Read length histograms
Prior to sequencing your plasmids, the library preparation workflow linearizes the circular DNA to obtain predominantly full-length sequence reads. In the result report we plot a read length histogram, which shows the read length from all DNA molecules present in the sample (and which can be sequenced). One dominant peak in the histogram indicates a clean plasmid preparation, usually with a sufficient concentration (see good examples below).
Non-weighted vs. weighted histogram
Distribution of read lengths from sequenced data is shown in the following histograms. Read length histograms can be used to assess the quality of sequencing data, as the distribution of read lengths can indicate extraction quality and fragmentation, the presence of contaminants, or biases in the sequencing process. They can also be used to determine the size of short plasmids, depending on the quality of the sample.

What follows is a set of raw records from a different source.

def _render_size(result: SizeResult, band_text: str) -> None:
    s = result.spec
    cond = s.conductor
    what = f"{cond.od * 1e3:.3g} mm cable" if isinstance(cond, Cable) else cond.describe()
    bend = f" (bend radius ≥ {s.bend_limit * 1e3:.3g} mm for 2+ turns)" if s.bend_limit > 0 else ""
    console.print(f"[bold]Sizing {s.metric_name} ≥ {format_quantity(s.target_ohm, 'Ω')} over {s.band} with {what}{bend}[/bold]")
    sp = result.space
    console.print(
        f"searched {result.candidates_searched:,} candidates ({sp['materials']} materials × {sp['sizes']} sizes × "
        f"1–{sp['max_cores']} cores × turns that fit, up to {sp['max_turns']}) in {result.elapsed_s:.2f} s: "
        f"{result.meeting_target:,} meet the target"
        + ((f", {result.too_hot:,} of them warmer than {s.max_rise_k:g} K" if result.too_hot
            else f", none warmer than {s.max_rise_k:g} K") if s.drive and result.meeting_target else "")
    )
    if s.drive is not None:
        console.print(f"heat: {s.drive.describe()}")
    designs = result.designs
    if designs:
        console.print("cost: total core volume, then turns, then margin; cheapest distinct designs:")
        length = "cable [m]" if isinstance(cond, Cable) else "wire [m]"
        cols = ["#", "material", "n × OD×ID×H [mm]", "turns", f"min {s.metric_name} [Ω]", "at", "margin", "SRF", length]
        t = table(*cols)
        t.columns[2].justify = "left"
        # Dimensions and frequencies must not be cut; let headers wrap on narrow terminals instead.
        for i in (1, 2, 5, 7):
            t.columns[i].no_wrap = True
        # One space between columns keeps the table within 80 columns.
        t.padding = (0, 1, 0, 0)
        for i, d in enumerate(designs, 1):
            v = d.min_resistance_ohm if s.criterion == "resistance" else d.min_impedance_ohm
            hz = d.min_resistance_hz if s.criterion == "resistance" else d.min_impedance_hz
            core = f"{d.core.stack} × {_core_text(d.design)}" + (" sleeve" if d.kind == "sleeve" else "")
            row = [str(i), d.design.material.name, core, str(d.design.winding.turns), f"{v:,.0f}",
                   format_quantity(hz, "Hz", 3), _pct(d.margin),
                   format_quantity(d.self_resonance_hz, "Hz", 3) if d.self_resonance_hz else "–",
                   f"{d.design.conductor_length:.2f}"]
            t.add_row(*row)
        console.print(t)
        if s.drive is not None:
            console.print(f"heat at the worst frequency in the band (limit ΔT ≤ {s.max_rise_k:g} K):")
            h_t = table(*("#", "P [W]", "at", "ΔT [K]", "B peak [mT]", "at "))
            for i, d in enumerate(designs, 1):
                h = d.heat
                h_t.add_row(str(i), _w(h["dissipation_w"]), format_quantity(h["dissipation_hz"], "Hz", 3),
                            _dt(h["temperature_rise_k"]) + (" too hot" if h["too_hot"] else ""),
                            f"{h['peak_flux_density_t'] * 1e3:.2g}", format_quantity(h["peak_flux_hz"], "Hz", 3))
            console.print(h_t)
        console.print(f"check #1 in full: {_predict_command(designs[0], band_text, cond)}")
        notes = [
            "SRF uses the single-layer Cp estimate; real windings and leads often add more: measure, then "
            "`cmcheck predict --cp`. Conductor length is for the turns only: add the leads.",
        ]
        if s.drive is not None:
            notes.append("ΔT from McLyman's still-air surface formula (empirical; a fan or an enclosure changes it).")
        print_notes(notes)
        return
    diag = result.diagnosis
    console.print(f"[bold]no design meets {s.metric_name} ≥ {format_quantity(s.target_ohm, 'Ω')} over {s.band}[/bold]")
    c = result.closest
    if c is not None:
        v = c.min_resistance_ohm if s.criterion == "resistance" else c.min_impedance_ohm
        hz = c.min_resistance_hz if s.criterion == "resistance" else c.min_impedance_hz
        line = (f"closest: {c.design.describe()}: min {s.metric_name} {v:,.0f} Ω at {format_quantity(hz, 'Hz', 3)} "
                f"({c.margin * 100:.0f} % of target), SRF {format_quantity(c.self_resonance_hz, 'Hz', 3) if c.self_resonance_hz else 'none found'}")
        if c.heat is not None:
            line += (f", {_w(c.heat['dissipation_w'])} W → ΔT {format_rise(c.heat['temperature_rise_k'])}, "
                     f"B {c.heat['peak_flux_density_t'] * 1e3:.2g} mT")
        console.print(line)
    if diag is not None:
        console.print(f"reason: {diag.reason}")
        for fact in diag.facts[1:]:
            console.print(f"  {fact}")
        console.print("to relax:")
        for r in diag.relax:
            console.print(f"  - {r}")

The first histogram displays the number of reads on the y-axis and the read length on the x-axis. Each bar in the histogram represents a range of read lengths, and the height of the bar indicates the total number of reads falling within that range.
The second histogram displays the number of sequenced bases (bp) on the y-axis and the read length on the x-axis. Instead of total number reads the height of the bars indicate the total number of bases (bp) falling within that range. This results in a weighted plot by the number of nucleotides per bin, as longer reads carry more weight in the histogram.